Aim of the task: The answer must be every entry, retyped without a single difference.

BEGIN Input

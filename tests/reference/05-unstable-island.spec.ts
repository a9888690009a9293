import { describe, expect, it } from 'vitest';
import { companionMachine } from './support/companion-machine';
import { runStudy } from './support/run-study';
import { expectLargest } from './support/two-sided';

// s³ + (q1+q2+1) s² + (q1+q2+3) s + (1 + r² + 6 q1 + 6 q2 + 2 q1 q2) is unstable exactly inside the circle of radius r
// around (1, 1) (derived by the Routh test). Ackermann, Hu & Kaesbauer 1990, IEEE TAC 35(3):352–356.
const island = (radius: number) =>
  companionMachine([1, 'q1 + q2 + 1', 'q1 + q2 + 3', `1 + ${radius}^2 + 6*q1 + 6*q2 + 2*q1*q2`]);
const band = (id: string, nominal: number, low: number, high: number) => ({ id, nominal, low, high });

describe('an island of unstable points among stable ones', () => {
  it('is found although all four corners of the box are stable', () => {
    // Derived.
    for (const q1 of [0.3, 2.5]) {
      for (const q2 of [0.3, 1.7]) {
        const corner = runStudy({
          machine: island(0.5),
          parameters: [
            { id: 'q1', nominal: q1 },
            { id: 'q2', nominal: q2 },
          ],
        });
        expect(corner.nominal.stable).toBe(true);
        expect(corner.bands.verdict).toBe('holds');
      }
    }
    const { bands } = runStudy({
      machine: island(0.5),
      parameters: [band('q1', 2, 0.3, 2.5), band('q2', 1, 0.3, 1.7)],
    });
    expect(bands).toMatchObject({ verdict: 'fails', proof: 'proved', requirement: 'stability' });
    const { q1, q2 } = bands.witness as { q1: number; q2: number };
    expect((q1 - 1) ** 2 + (q2 - 1) ** 2).toBeLessThan(0.25);
  });

  it('lies 0.5 away from (2, 1) when both bands grow alike', () => {
    // Derived: the nearest point of the circle in the larger of both distances is (1.5, 1).
    const { bandStretch } = runStudy({
      machine: island(0.5),
      parameters: [band('q1', 2, 1, 3), band('q2', 1, 0, 2)],
    });
    expectLargest(bandStretch, 0.5);
    expect(bandStretch?.failsAt).toBeCloseTo(0.5, 4);
    expect(bandStretch?.witness?.q1).toBeCloseTo(1.5, 4);
    expect(bandStretch?.witness?.q2).toBeCloseTo(1, 1);
  });

  it('of radius 0 is neither proved nor refuted beyond the distance at which it is touched', () => {
    // Derived: the only point that is not strictly stable is (1, 1), with poles on the axis.
    const { bandStretch, bands } = runStudy({
      machine: island(0),
      parameters: [band('q1', 2, 1, 3), band('q2', 1, 0, 2)],
    });
    expect(bandStretch).toMatchObject({ failsAt: null, undecided: true, proof: 'proved' });
    expect(bandStretch?.provedTo).toBeGreaterThan(0.99999);
    expect(bandStretch?.provedTo).toBeLessThanOrEqual(1);
    expect(bandStretch?.openShare).toBeGreaterThan(0);
    expect(bandStretch?.openShare).toBeLessThan(0.01);
    expect(bands).toMatchObject({ verdict: 'undecided', proof: 'proved' });
  });

  it('is proved away from a box that it does not reach', () => {
    const { bands } = runStudy({
      machine: island(0.5),
      parameters: [band('q1', 2, 1.501, 2.5), band('q2', 1, 0.3, 1.7)],
    });
    expect(bands).toEqual({ verdict: 'holds', proof: 'proved' });
  });
});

END Input

Solution for this problem:
filename tests/reference/05-unstable-island.spec.ts
repository a9888690009a9293
import { describe, expect, it } from 'vitest';
import { companionMachine } from './support/companion-machine';
import { runStudy } from './support/run-study';
import { expectLargest } from './support/two-sided';

// s³ + (q1+q2+1) s² + (q1+q2+3) s + (1 + r² + 6 q1 + 6 q2 + 2 q1 q2) is unstable exactly inside the circle of radius r
// around (1, 1) (derived by the Routh test). Ackermann, Hu & Kaesbauer 1990, IEEE TAC 35(3):352–356.
const island = (radius: number) =>
  companionMachine([1, 'q1 + q2 + 1', 'q1 + q2 + 3', `1 + ${radius}^2 + 6*q1 + 6*q2 + 2*q1*q2`]);
const band = (id: string, nominal: number, low: number, high: number) => ({ id, nominal, low, high });

describe('an island of unstable points among stable ones', () => {
  it('is found although all four corners of the box are stable', () => {
    // Derived.
    for (const q1 of [0.3, 2.5]) {
      for (const q2 of [0.3, 1.7]) {
        const corner = runStudy({
          machine: island(0.5),
          parameters: [
            { id: 'q1', nominal: q1 },
            { id: 'q2', nominal: q2 },
          ],
        });
        expect(corner.nominal.stable).toBe(true);
        expect(corner.bands.verdict).toBe('holds');
      }
    }
    const { bands } = runStudy({
      machine: island(0.5),
      parameters: [band('q1', 2, 0.3, 2.5), band('q2', 1, 0.3, 1.7)],
    });
    expect(bands).toMatchObject({ verdict: 'fails', proof: 'proved', requirement: 'stability' });
    const { q1, q2 } = bands.witness as { q1: number; q2: number };
    expect((q1 - 1) ** 2 + (q2 - 1) ** 2).toBeLessThan(0.25);
  });

  it('lies 0.5 away from (2, 1) when both bands grow alike', () => {
    // Derived: the nearest point of the circle in the larger of both distances is (1.5, 1).
    const { bandStretch } = runStudy({
      machine: island(0.5),
      parameters: [band('q1', 2, 1, 3), band('q2', 1, 0, 2)],
    });
    expectLargest(bandStretch, 0.5);
    expect(bandStretch?.failsAt).toBeCloseTo(0.5, 4);
    expect(bandStretch?.witness?.q1).toBeCloseTo(1.5, 4);
    expect(bandStretch?.witness?.q2).toBeCloseTo(1, 1);
  });

  it('of radius 0 is neither proved nor refuted beyond the distance at which it is touched', () => {
    // Derived: the only point that is not strictly stable is (1, 1), with poles on the axis.
    const { bandStretch, bands } = runStudy({
      machine: island(0),
      parameters: [band('q1', 2, 1, 3), band('q2', 1, 0, 2)],
    });
    expect(bandStretch).toMatchObject({ failsAt: null, undecided: true, proof: 'proved' });
    expect(bandStretch?.provedTo).toBeGreaterThan(0.99999);
    expect(bandStretch?.provedTo).toBeLessThanOrEqual(1);
    expect(bandStretch?.openShare).toBeGreaterThan(0);
    expect(bandStretch?.openShare).toBeLessThan(0.01);
    expect(bands).toMatchObject({ verdict: 'undecided', proof: 'proved' });
  });

  it('is proved away from a box that it does not reach', () => {
    const { bands } = runStudy({
      machine: island(0.5),
      parameters: [band('q1', 2, 1.501, 2.5), band('q2', 1, 0.3, 1.7)],
    });
    expect(bands).toEqual({ verdict: 'holds', proof: 'proved' });
  });
});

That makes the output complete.